Grâce à l'influence de l'APGL, une circulaire mise à jour et publiée le 26 novembre 2024, a supprimé les pièces jugées non essentielles et qui pouvaient empêcher le rattachement immédiat des enfants nés de GPA à la Sécurité Sociale française et supprimé le caractère péremptoire de l’impossibilité d’accès du père d’intention au congé paternité et d'accueil de l'enfant.
Voir l'article à propos de la GPA et la CPAM
- Le 2 août 2024, le dispositif de la Reconnaissance Conjointe prévue par la loi bioéthique du 2 août 2021 et visant à permettre à la mère non statutaire d’un enfant né d’une PMA entreprise à l’étranger d’établir sa filiation à l’égard de cet enfant, arrivait donc à expiration.
Arrêts sur l’exequatur des jugements de filiation
- Les 2 octobre 2024 et 14 novembre 2024, la 1ère chambre civile se prononçait pour la première fois sur l’exequatur des jugements de filiation des enfants nés de GPA.
Cette procédure judiciaire particulière permet la reconnaissance de la filiation des enfants nés de GPA établie à l’étranger par jugement, la Cour de cassation en explique clairement les conditions ainsi que les effets, consolidant ainsi la jurisprudence majoritaire en la matière.
L’avantage de cette procédure est qu’elle n’implique pas d’ignorer la filiation dite d’intention légalement établie à l’étranger et d’avoir à la reconstruire en France par l’adoption intrafamiliale.
Voir l'article sur l'exequatur des jugements de filiation
Récente législation en Italie
- Le 18 novembre 2024 l’Italie promulguait une loi visant à faire de la GPA un crime universel punissant ses nationaux des peines allant de trois mois à deux ans de prison et d’ amendes allant de 600 000 euros à 1 million d’euros, le recours à une GPA sur le sol italien mais également sur le sol étranger.
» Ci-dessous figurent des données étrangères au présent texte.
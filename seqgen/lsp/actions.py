"""Code actions for findings, as plain data (the server turns them into LSP objects).

Pure: a file's text comes in as lines and edits come out. Two kinds:
- the fix a finding proposes ("did you mean 'blocks'?", "write '30 uW'", "write 'kick_time: 2 ms'"), written
  where `tests/test_applied_fixes.py` writes it: over the key a finding on an unknown key names, after the key
  named in a 'key: value' fix, else over the value of the key at the finding's column;
- accepting a finding: an entry `{code: ..., block: ..., reason: ""}` appended to the sequence's
  `accept:` list, the list created at the end of the file when there is none.
"""

from __future__ import annotations

import difflib
import json
import re
from dataclasses import dataclass

from ..findings import Finding

QUICKFIX = "quickfix"
# empty: the file does not validate (schema.bad-value at the reason) until the user writes why, so one click
# never accepts a finding, least of all a safety or hardware error, without a reason
TODO_REASON = ""

_PROPOSED = (re.compile(r"\bwrite '([^']+)'"), re.compile(r"\be\.g\. '([^']+)'"),
             re.compile(r"did you mean '([^']+)'\?"))
_KEY_AT = re.compile(r"[A-Za-z_][A-Za-z0-9_]*:\s+")
_KEY_VALUE = re.compile(r"([A-Za-z_][A-Za-z0-9_]*): (.+)")
_UNKNOWN_KEY = re.compile(r"^unknown key '([^']+)'")
_PLAIN = re.compile(r"[A-Za-z_][A-Za-z0-9_.-]*")
_QUOTED = re.compile(r"'([^'\s]+)'")


@dataclass(frozen=True)
class Edit:
    """Replace the text from (start_line, start_char) to (end_line, end_char), 0-based, of `file` by `text`."""
    file: str
    start_line: int
    start_char: int
    end_line: int
    end_char: int
    text: str


@dataclass(frozen=True)
class Action:
    title: str
    kind: str
    edits: tuple  # Edit
    finding: Finding
    preferred: bool = False


def proposed(hint: str) -> str | None:
    """The value a fix names: the first quoted text after 'write', 'e.g.' or 'did you mean', else None."""
    for rx in _PROPOSED:
        m = rx.search(hint or "")
        if m:
            return m.group(1)
    return None


def scalar_end(line: str, start: int) -> int:
    """Where the YAML scalar starting at `start` ends: a quoted string, or up to , } ] or a comment."""
    if start < len(line) and line[start] in "'\"":
        end = line.find(line[start], start + 1)
        return end + 1 if end > 0 else len(line)
    end = start
    while end < len(line) and line[end] not in ",}]" and not line.startswith(" #", end):
        end += 1
    while end > start and line[end - 1] == " ":
        end -= 1
    return end


def fix_action(f: Finding, lines: list) -> Action | None:
    """The edit that writes the value `f`'s fix proposes into `lines` (the text of `f.file`), or None."""
    value = proposed(f.hint)
    if value is None or not f.file or not 0 < f.line <= len(lines):
        return None
    line = lines[f.line - 1]
    start = max(f.column - 1, 0)
    unknown = _UNKNOWN_KEY.match(f.message)
    kv = _KEY_VALUE.fullmatch(value)
    if unknown and line.startswith(unknown.group(1), start):  # a misspelt key: rename it
        end, title = start + len(unknown.group(1)), f"Change '{unknown.group(1)}' to '{value}'"
    elif kv:
        key, value = kv.groups()
        at = re.search(rf"\b{re.escape(key)}:\s*(\{{\s*value:\s*)?", line)
        if not at:
            return None
        start = at.end()
        end, title = scalar_end(line, start), f"Write '{key}: {value}'"
    else:
        at = _KEY_AT.match(line, start)  # a finding at a key: its value is replaced
        start = at.end() if at else start
        end, title = scalar_end(line, start), f"Write '{value}'"
        if "did you mean" in f.hint:  # a misspelt name inside the value ('after: aa + 1 ms'): that name alone
            start, end, title = _misspelt(f.message, value, line, start, end) or (start, end, title)
    if start >= len(line) or end <= start:
        return None
    return Action(title, QUICKFIX, (Edit(f.file, f.line - 1, start, f.line - 1, end, value),), f, preferred=True)


def _misspelt(message: str, value: str, line: str, start: int, end: int) -> tuple | None:
    """(start, end, title) of the name the message quotes that stands as a word in line[start:end] and is
    closest to the proposed `value`, or None."""
    best = None
    for name in dict.fromkeys(_QUOTED.findall(message)):
        m = re.search(rf"(?<![\w.]){re.escape(name)}(?![\w.])", line[start:end])
        if m and name != value:
            score = difflib.SequenceMatcher(None, name, value).ratio()
            if best is None or score > best[0]:
                best = (score, start + m.start(), start + m.end(), f"Change '{name}' to '{value}'")
    return best[1:] if best else None


def _yaml_word(text: str) -> str:
    return text if _PLAIN.fullmatch(text) else json.dumps(text)


def accept_entry(f: Finding) -> str:
    """The flow mapping that accepts `f`: its code, its block when it has one, a reason to fill in."""
    block = f", block: {_yaml_word(f.block)}" if f.block else ""
    return f"{{code: {_yaml_word(f.code)}{block}, reason: {json.dumps(TODO_REASON)}}}"


def _top_key(lines: list, key: str) -> int | None:
    for i, text in enumerate(lines):
        if text.startswith(f"{key}:"):
            return i
    return None


def accept_action(f: Finding, file: str, lines: list) -> Action | None:
    """The edit that accepts `f` in the sequence `file` (its `lines`): appended to its `accept:` list, or a new
    list at the end of the file; None when the list is written in a form this does not edit (a flow list
    over several lines)."""
    if f.accepted or f.code.startswith("schema."):  # a file that does not load or resolve accepts nothing
        return None
    entry = accept_entry(f)
    title = f"Accept {f.code}" + (f" in block '{f.block}'" if f.block else "") + " (then write the reason)"
    at = _top_key(lines, "accept")
    if at is None:
        n = len(lines)
        while n and not lines[n - 1].strip():
            n -= 1
        if n == 0:
            return None
        last = lines[n - 1]
        edit = Edit(file, n - 1, len(last), n - 1, len(last), f"\naccept:\n  - {entry}")
        return Action(title, QUICKFIX, (edit,), f)
    head = lines[at]
    rest = head[len("accept:"):].split(" #")[0].strip()
    if not rest:
        last, indent = at, "  - "
        for i in range(at + 1, len(lines)):
            text = lines[i]
            if not text.strip() or text.lstrip().startswith("#"):
                continue
            if text.startswith((" ", "-")):
                if last == at:
                    indent = text[:len(text) - len(text.lstrip(" "))] + "- "
                last = i
                continue
            break
        edit = Edit(file, last, len(lines[last]), last, len(lines[last]), f"\n{indent}{entry}")
        return Action(title, QUICKFIX, (edit,), f)
    if rest.startswith("[") and rest.endswith("]"):  # a flow list on the key's line
        close = head.rindex("]", 0, len(head.split(" #")[0]))
        inner = head[head.index("[") + 1:close].strip()
        edit = Edit(file, at, close, at, close, (", " if inner else "") + entry)
        return Action(title, QUICKFIX, (edit,), f)
    return None


def actions_for(findings, file_lines, main_file: str, main_lines: list) -> list[Action]:
    """Every action for `findings`: the fix each proposes (in its own file, `file_lines(file)` -> lines or None)
    and accepting each in the sequence `main_file`."""
    out = []
    for f in findings:
        lines = file_lines(f.file) if f.file else None
        fix = fix_action(f, lines) if lines is not None else None
        if fix is not None:
            out.append(fix)
        acc = accept_action(f, main_file, main_lines)
        if acc is not None:
            out.append(acc)
    return out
Cette loi suscite des très vifs débats sur le droit des familles homoparentales en Italie et sur l'impact de telles restrictions sur les droits individuels.
Conclusion
L'année 2024 a donc été riche en événements juridiques significatifs, touchant les domaines de la filiation des enfants nés dans des familles homoparentales tant au niveau national qu'européen. Les débats autour de ces questions continuent de souligner l'importance d'un cadre législatif clair et protecteur pour les familles formées par des moyens de procréation modernes, tout en naviguant entre les enjeux éthiques, juridiques et sociaux en constante évolution.
Force est toutefois de constater que nos enfants ne sont pas placés sur un terrain d’égalité avec ceux qui naissent de la procréation charnelle d’un homme et d’une femme. Leur statut est complexe et la reconnaissance de leur pleine identité dont la filiation est l’un des éléments fondamentaux est toujours aussi complexe et sans homogénéité.
L’APGL appelle de ses vœux à une véritable réforme du droit de la filiation que le législateur en 2021 n’a pas véritablement voulu appréhender.
Pour ce faire, l’APGL a initié en février 2024 la création d’un groupe de professionnels du droit et d’universitaires qui compare, réfléchit collectivement en vue d’élaborer un projet de réforme du droit de la filiation innovant, cohérent, protecteur des enfants quelques soient les familles dans lesquels ils naissent, quelque soit leur mode de conception. Le groupe mène ses travaux qui l’amènera à se réunir à nouveau en février 2025.
L’APGL s’engage encore et toujours pour la défense des droits de nos enfants.